Four babies      five days early!  What a surprise.   I noticed when I fed them this morning before I left for work that her udder was twice what it was yesterday and I thought hmmm, but she wasn't showing any other signs.  I should have known it was coming.  I'm bummed I missed it, but all is well


----------



## Livinwright Farm (Apr 22, 2011)

Congratulations!!


----------



## Roll farms (Apr 22, 2011)

Congrats!


----------



## babsbag (Apr 22, 2011)

Congrats on the new kids. They are so cute, and all different colors.   I like that.


----------



## helmstead (Apr 22, 2011)

Congrats!!  WOW!


----------



## ThreeBoysChicks (Apr 23, 2011)

Beautiful.  Congrats.


----------



## Chickenfever (Apr 23, 2011)

Thanks, two boys and two girls and all with elf ears like their mom.  I love the coloring on the fawn colored one, too bad it's a boy!


----------



## PattySh (Apr 23, 2011)

Congrats on your "litter"! They are so cute. Cool they are different colors.


----------



## dkluzier (Apr 23, 2011)

Lovely kids!!


----------



## jodief100 (Apr 23, 2011)




----------



## chandasue (Apr 23, 2011)

X4


----------



## Livinwright Farm (Apr 23, 2011)

Chickenfever said:
			
		

> Thanks, two boys and two girls and all with elf ears like their mom.  I love the coloring on the fawn colored one, too bad it's a boy!

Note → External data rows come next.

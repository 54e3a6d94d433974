import type { z } from 'zod';
import { ProblemError, type ParamError } from './problem.js';

/** Longest accepted query string (characters); longer ones are refused before parsing. */
export const MAX_QUERY_LENGTH = 4096;

/**
 * Reads a query string against an endpoint's schema. Strict on purpose: a repeated parameter is
 * ambiguous and an unknown one is usually a typo (`cout=5`) that would otherwise be silently
 * ignored, so both are errors. Every problem is reported at once, each naming its parameter.
 */
export function parseQuery<S extends z.ZodType>(url: string, schema: S): z.output<S> {
  const queryStart = url.indexOf('?');
  const query = queryStart < 0 ? '' : url.slice(queryStart + 1);
  if (query.length > MAX_QUERY_LENGTH) {
    throw new ProblemError(414, `The query string is ${query.length} characters long; the limit is ${MAX_QUERY_LENGTH}.`);
  }
  // A plain object (zod parses it several times faster than a null-prototype one), so keys are
  // looked up with Object.hasOwn and "__proto__" is defined as an own property, never assigned.
  // (No parameter is named like an Object.prototype member, which zod would read through.)
  const raw: Record<string, string> = {};
  const errors: ParamError[] = [];
  const repeated = new Set<string>();
  let params: URLSearchParams;
  try {
    params = new URLSearchParams(query);
  } catch {
    throw new ProblemError(400, 'The query string could not be decoded.');
  }
  for (const [key, value] of params) {
    if (Object.hasOwn(raw, key)) {
      if (!repeated.has(key)) errors.push({ param: printable(key), message: 'is given more than once; give it once' });
      repeated.add(key);
      continue;
    }
    if (key === '__proto__') Object.defineProperty(raw, key, { value, enumerable: true, writable: true, configurable: true });
    else raw[key] = value;
  }
  const result = schema.safeParse(raw);
  if (!result.success) {
    for (const issue of result.error.issues) {
      if (issue.code === 'unrecognized_keys') {
        for (const key of issue.keys) errors.push({ param: printable(key), message: 'is not a parameter of this endpoint' });
      } else {
        const param = issue.path.length > 0 ? String(issue.path[0]) : '(query)';
        // zod 4 leaves issue.input unset by default, so "absent" is judged from the query itself.
        const message = issue.code === 'invalid_type' && !Object.hasOwn(raw, param) ? 'is required' : issue.message;
        if (!repeated.has(param)) errors.push({ param, message });
      }
    }
  }
  if (errors.length > 0) {
    const detail = errors.map((e) => `${e.param} ${e.message}`).join('; ');
    throw new ProblemError(400, `Invalid query: ${detail}.`, errors);
  }
  return result.data as z.output<S>;
}

/** Parameter names are echoed back; keep them short and free of control characters. */
function printable(key: string): string {
  if (key === '') return '(empty name)'; // from "=5": say so rather than print nothing
  const clean = key.replace(/[\u0000-\u001f\u007f]/g, '?');
  return clean.length > 64 ? `${clean.slice(0, 61)}...` : clean;
}
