import { problemOf, type Problem } from '../library/problems.js';
import type { ParamError } from '../schemas/issues.js';
import { completeResponse } from './middleware/complete-response.js';

export type { ParamError } from '../schemas/issues.js';
export type { Problem } from '../library/problems.js';

/** Thrown anywhere in request handling; the app turns it into a problem+json response. */
export class ProblemError extends Error {
  constructor(
    readonly status: number,
    readonly detail: string,
    readonly errors?: readonly ParamError[],
    readonly headers: Record<string, string> = {},
  ) {
    super(detail);
  }

  toProblem(): Problem {
    return problemOf(this.status, this.detail, this.errors);
  }
}

export function problemResponse(error: ProblemError): Response {
  return completeResponse(JSON.stringify(error.toProblem()), error.status, {
    'content-type': 'application/problem+json; charset=utf-8',
    'cache-control': 'no-store',
    ...error.headers,
  });
}
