import { completeResponse } from './middleware/complete-response.js';

/**
 * RFC 9457 problem details. Every error the service returns is one of these, with
 * `errors: [{ param, message }]` naming each offending parameter where there is one.
 */
export interface ParamError {
  readonly param: string;
  readonly message: string;
}

export interface Problem {
  readonly type: string;
  readonly title: string;
  readonly status: number;
  readonly detail: string;
  readonly errors?: readonly ParamError[];
}

const TITLES: Record<number, string> = {
  400: 'Bad request',
  404: 'Not found',
  405: 'Method not allowed',
  406: 'Not acceptable',
  414: 'URI too long',
  422: 'Request cannot be served',
  429: 'Too many requests',
  500: 'Internal error',
  503: 'Service unavailable',
};

/** Slugs for the `type` URI; relative references resolve against the service's own base. */
const TYPES: Record<number, string> = {
  400: '/problems/invalid-parameters',
  404: '/problems/not-found',
  405: '/problems/method-not-allowed',
  406: '/problems/not-acceptable',
  414: '/problems/uri-too-long',
  422: '/problems/unserviceable',
  429: '/problems/too-many-requests',
  500: '/problems/internal',
  503: '/problems/unavailable',
};

/** Thrown anywhere in request handling; the app turns it into a problem+json response. */
export class ProblemError extends Error {
  constructor(
    readonly status: number,
    readonly detail: string,
    readonly errors?: readonly ParamError[],
    readonly headers: Record<string, string> = {},
  ) {
    super(detail);
  }

  toProblem(): Problem {
    const problem: Problem = {
      type: TYPES[this.status] ?? 'about:blank',
      title: TITLES[this.status] ?? 'Error',
      status: this.status,
      detail: this.detail,
    };
    return this.errors && this.errors.length > 0 ? { ...problem, errors: this.errors } : problem;
  }
}

export function problemResponse(error: ProblemError): Response {
  return completeResponse(JSON.stringify(error.toProblem()), error.status, {
    'content-type': 'application/problem+json; charset=utf-8',
    'cache-control': 'no-store',
    ...error.headers,
  });
}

I love how LaManchas have that baby dragon appearance!!


----------



## goatdreamerCT (Apr 23, 2011)

WOW!!! Four babies!!!!   Congrats on a smooth delivery Cupcake!!!


----------



## DonnaBelle (Apr 23, 2011)

Great pictures.  Love those baby goaties.  

NOTHING IS CUTER!!!!!!!!!!!!

And 4 of them, way to go Cupcake.

Baby Cupcakes!!

Congratulations to you and your farm!!

DonnaBelle


----------



## ksalvagno (Apr 23, 2011)

Very cute! Congratulations!


----------



## oakmarsh nigerians (Apr 23, 2011)

Too sweet! Congrats!


----------



## Livinwright Farm (Apr 23, 2011)

oakmarsh nigerians said:
			
		

> *Too sweet!* Congrats!


When it comes to Cupcakes, there is no such thing!


----------